I’m not writing this to tell stories, but I want to tell you about a ballplayer named  Maikel Cleto. He pitched for the Savannah Sand Gnats in 2008. A quiet kid, Cleto really didn’t do anything that special that year: 25-G, 22-ST, 5-11, 4.25, 135.2-IP, 81-K. He also pitched for one of the worst minor league teams ever assembled on the same field; however, if you were assigned to scout the team when he pitched, you learned very quickly that:



1.     He would sit 94-95 throughout his entire outing

2.     He had serious drop on the fastball as well

3.     He was an “innings eater” (averaged 6.4-IP per outing in A-ball)

4.     He was doing all this at 19-years old.



These simply weren’t things you would learn reading a stat-sheet somewhere in front of some computer. There was more.



I attended every Savannah home game that year and sat behind home plate with the scouts. As the season wore on, it became quite apparent that Cleto had a scout following. By the time he pitched his last game for Savannah (before being promoted to St. Lucie), there were well over double the amount running their guns while Maikel pitched.



You see, even if you couldn’t figure out on your own that this kid had a big ceiling, the traffic around him made you look twice.



Cleto wound up being packaged that December in the deal that brought J.J. Putz, Sean Green, and Jeremy Reed.
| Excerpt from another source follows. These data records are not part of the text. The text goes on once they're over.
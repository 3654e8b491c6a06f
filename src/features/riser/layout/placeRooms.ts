import { bandsOf, reach, type ColumnBands } from './bands.ts'
import type { Column } from './columns.ts'
import { outerWidths, solveColumns, wall, widthOf, type Row } from './columnSpacing.ts'
import { metrics } from './metrics.ts'
import type { HouseRoom, Storey } from './readHouse.ts'
import type { Exit } from './readTrips.ts'
import { roomNeed, spreadRoom, type Contents, type RoomNeed } from './roomWidths.ts'
import type { RunMark } from './riserLayout.ts'
import type { Strand } from './strands.ts'
import { seatTags, tagRows, type TagWish } from './tagRows.ts'

export interface PlacedBay {
  readonly room: HouseRoom
  readonly storey: number
  readonly x0: number
  readonly x1: number
}

/** The section from left to right. */
export interface Placing {
  readonly bays: readonly PlacedBay[]
  readonly slots: Map<Exit, number>
  /** Middle of each fixture. */
  readonly centres: Map<string, number>
  /** Middle of each column. */
  readonly columns: readonly number[]
  readonly bands: readonly ColumnBands[]
  /** What a column takes on each storey. */
  readonly gaps: readonly (readonly { readonly x0: number; readonly x1: number }[])[]
  /** Edges of the building on each storey. */
  readonly edges: readonly { readonly x0: number; readonly x1: number }[]
  readonly folded: readonly boolean[]
  /** So many runs that everything is drawn to be looked at from farther away. */
  readonly isLarge: boolean
  readonly width: number
}

interface Wants {
  readonly storeys: readonly Storey[]
  readonly columns: readonly Column[]
  readonly strands: readonly Strand[]
  readonly contents: Contents
  readonly mark: (runId: string) => RunMark | undefined
  readonly crossers: readonly number[]
  readonly apart: boolean
  /** Space beside the house for what hangs on its end walls. */
  readonly leftExtra: number
  readonly rightExtra: number
}

export function placeRooms(wants: Wants): Placing {
  const { storeys, columns, strands, apart } = wants
  const bands = columns.map((column) => bandsOf(column, strands.filter((strand) => strand.column === column.index), wants.crossers[column.index] ?? 0, apart))
  const reaches = storeys.map((storey) => columns.map((column, index) => reach(column, bands[index]!, strands, storey.index, storey.kind === 'full' && storeys.length > 1)))
  const loads = storeys.map((storey) => exitsIn(storey, wants.contents))
  const isLarge = loads.reduce((sum, load) => sum + load, 0) > metrics.largeJob
  const folded = loads.map((load) => load > (isLarge ? metrics.foldOverInLarge : metrics.foldOver))
  const parts = reaches.map((row) => columns.filter((column) => row[column.index]!.left + row[column.index]!.right > 0).map((column) => column.index))
  const rows = storeys.map((storey, index) => (storey.kind === 'full' ? rowOf(storey, wants, bands, parts[index]!, folded[index]!) : { parts: [], inside: [], outsideLeft: [], outsideRight: [] }))
  const outer = outerWidths(storeys, rows, columns)
  const left = (isLarge ? metrics.margin.leftLarge : metrics.margin.left) + wants.leftExtra
  const centres = solveColumns(rows, reaches, outer, columns.length, left)
  const placing = { bays: [] as PlacedBay[], slots: new Map<Exit, number>(), centres: new Map<string, number>() }
  const own = rows.map((row, index) => (hasRooms(row) ? placeRow(row, storeys[index]!, { centres, reaches: reaches[index]!, outer: outer[index]!, left }, placing) : null))
  const edges = own.map((edge, index) => edge ?? nearestEdge(own, index) ?? { x0: left, x1: left + 320 })
  const width = Math.max(...placing.bays.map((bay) => bay.x1), ...edges.map((edge) => edge.x1 + wants.rightExtra), left + 320) + wall + metrics.margin.right
  const gaps = reaches.map((row) => row.map((each, index) => ({ x0: centres[index]! - each.left, x1: centres[index]! + each.right })))
  return { ...placing, columns: centres, bands, gaps, edges, folded, isLarge, width }
}

const hasRooms = (row: Row) => row.inside.some((needs) => needs.length > 0)

/** A storey without bays is as wide as the nearest that has some. */
function nearestEdge(edges: readonly ({ x0: number; x1: number } | null)[], index: number): { x0: number; x1: number } | null {
  const found = edges.flatMap((edge, at) => (edge ? [{ edge, distance: Math.abs(at - index) }] : []))
  return found.sort((a, b) => a.distance - b.distance)[0]?.edge ?? null
}

const exitsIn = (storey: Storey, contents: Contents) => storey.rooms.reduce((sum, room) => sum + room.fixtures.reduce((own, fixture) => own + (contents.exits.get(fixture.key)?.length ?? 0), 0), 0)

/** The rooms of a storey, split at the columns, each with the width it needs. */
function rowOf(storey: Storey, wants: Wants, bands: readonly ColumnBands[], parts: readonly number[], isDense: boolean): Row {
  const indoors = storey.rooms.filter((room) => !room.isOutside || room.racks.length)
  const house = indoors.length ? indoors : storey.rooms
  const middle = house.reduce((sum, room) => sum + room.centre, 0) / Math.max(1, house.length)
  const beside = storey.rooms.filter((room) => !house.includes(room))
  const columnOf = (room: HouseRoom) => wants.columns.find((column) => room.racks.length > 0 && column.racks.some((rack) => rack.rack.roomId === room.room.id))
  const segmentOf = (room: HouseRoom) => {
    const own = columnOf(room)
    return own ? parts.indexOf(own.index) : parts.filter((index) => wants.columns[index]!.planX <= room.centre).length
  }
  const need = (room: HouseRoom) => {
    const column = columnOf(room)
    return (pitch: number) => roomNeed(room, wants.contents, pitch, isDense, column ? bands[column.index]!.rackWidth : 0)
  }
  const segments = Array.from({ length: parts.length + 1 }, (_, index) =>
    house.filter((room) => segmentOf(room) === index).sort((a, b) => Number(a.racks.length > 0) - Number(b.racks.length > 0) || a.centre - b.centre),
  )
  const west = beside.filter((room) => room.centre < middle)
  const east = beside.filter((room) => room.centre >= middle)
  const inside = segments.map((rooms, index) => {
    const all = [...(index === 0 ? west : []), ...rooms, ...(index === parts.length ? east : [])]
    return fitPitch(all.map(need), wants.mark, isDense, tagRows(wants.storeys, wants.strands.length))
  })
  const of = (rooms: readonly HouseRoom[]) => inside.map((needs) => needs.filter((each) => rooms.includes(each.room)))
  return { parts, inside: of(house), outsideLeft: of(west).flat(), outsideRight: of(east).flat() }
}

/** Widens rooms of a stretch, each no more than it must, until all its tags find a seat. */
function fitPitch(needs: readonly ((pitch: number) => RoomNeed)[], mark: Wants['mark'], isDense: boolean, rows: number): RoomNeed[] {
  if (isDense) return needs.map((need) => need(metrics.densePitch))
  const pitches = needs.map((): number => (metrics.slotPitch * metrics.tag.rows) / rows)
  for (let tries = 0; ; tries++) {
    const tried = needs.map((need, index) => need(pitches[index]!))
    const wishes: (TagWish & { index: number })[] = []
    let at = 0
    tried.forEach((need, index) => {
      const slots = new Map<Exit, number>()
      spreadRoom(need, at, (at += need.width), slots, new Map())
      for (const [{ runId }, x] of slots) {
        const text = mark(runId)
        if (text) wishes.push({ runId, x, ...text, index })
      }
    })
    const { over } = seatTags(wishes, rows, { left: 0, right: at + 2 })
    if (!over.length || tries > 60) return tried
    const tight = new Set(over.map((wish) => wish.index))
    for (const index of tight) pitches[index]! *= 1.04
  }
}

interface RowSpace {
  readonly centres: readonly number[]
  readonly reaches: readonly { left: number; right: number }[]
  readonly outer: { left: number; right: number }
  readonly left: number
}

/** Lays the rooms of a storey out between its columns; returns the edges of the building there. */
function placeRow(row: Row, storey: Storey, space: RowSpace, placing: { bays: PlacedBay[]; slots: Map<Exit, number>; centres: Map<string, number> }): { x0: number; x1: number } {
  const { centres, reaches, outer } = space
  const lay = (needs: readonly RoomNeed[], from: number, to: number) => {
    const spare = Math.max(0, to - from - widthOf(needs))
    const weight = needs.reduce((sum, need) => sum + need.room.maxX - need.room.minX, 0) || 1
    let at = from
    for (const need of needs) {
      const width = need.width + (spare * (need.room.maxX - need.room.minX)) / weight
      const x1 = at + width + need.rackWidth + (need.rackWidth ? 5 : 0)
      spreadRoom(need, at, at + width, placing.slots, placing.centres)
      placing.bays.push({ room: need.room, storey: storey.index, x0: at, x1 })
      at += width
    }
  }
  let x0 = Infinity
  let x1 = -Infinity
  row.inside.forEach((needs, segment) => {
    const [west, east] = [row.parts[segment - 1], row.parts[segment]]
    const before = west === undefined ? null : centres[west]! + reaches[west]!.right
    const after = east === undefined ? null : centres[east]! - reaches[east]!.left
    const from = before ?? (after === null ? space.left + wall + widthOf(row.outsideLeft) : after - (outer.left || widthOf(needs)))
    const to = after ?? from + (outer.right || widthOf(needs))
    lay(needs, from, to)
    x0 = Math.min(x0, from)
    x1 = Math.max(x1, to)
  })
  const edge = { x0: x0 - wall, x1: x1 + wall }
  lay(row.outsideLeft, edge.x0 - widthOf(row.outsideLeft), edge.x0)
  lay(row.outsideRight, edge.x1, edge.x1 + widthOf(row.outsideRight))
  return edge
}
Trust me. He never would have been in that deal without a first-hand report by a scout that sat with me. And yes, he made it to the majors in September 2011.



You’re just not going to see stuff like this on a stat sheet. Also, we always talk about recognizing a player for having talent. In truth, the job of a scout is to also recognize those that don’t have what it takes to make it all the way.



This is important. The percentage of minor league players that make it big in the pros is well below 10%. So, the major job of every scout is to identify the players that have no chance of making it. It is one thing to get credit for someone that plays big, but being the guy that was responsible for a team to trade for a bust, is a resume builder.



We’ll spend more time on this subject later.

1 comment:

Hobie said...

Much of sabermetrics reminds me of astrology: a lot of sophisticated mathematics to identify a situation or pattern, which, though interesting in itself—sometimes very interesting, is then applied subjectively as a predictive criterion.

The 1916 “total run value” is a case in point. It’s basically 3/10ths of total bases except the HR coefficient is 1.15 instead of 1.20. Why is the “run value” of a double twice (and a triple three times) the value of a single but a HR just shy of four? And why 3/10ths? Perhaps these coefficients applied to all the hits in 1915 yielded all the runs scored that year in mlb (congrats on that observation), so it just IS.

And if broken down to team-by-team stats, we find the coefficients need some tweaking, so we find a “park factor” to more closely correlate our new found metric with outcome. It just seems to be effect bringing about cause.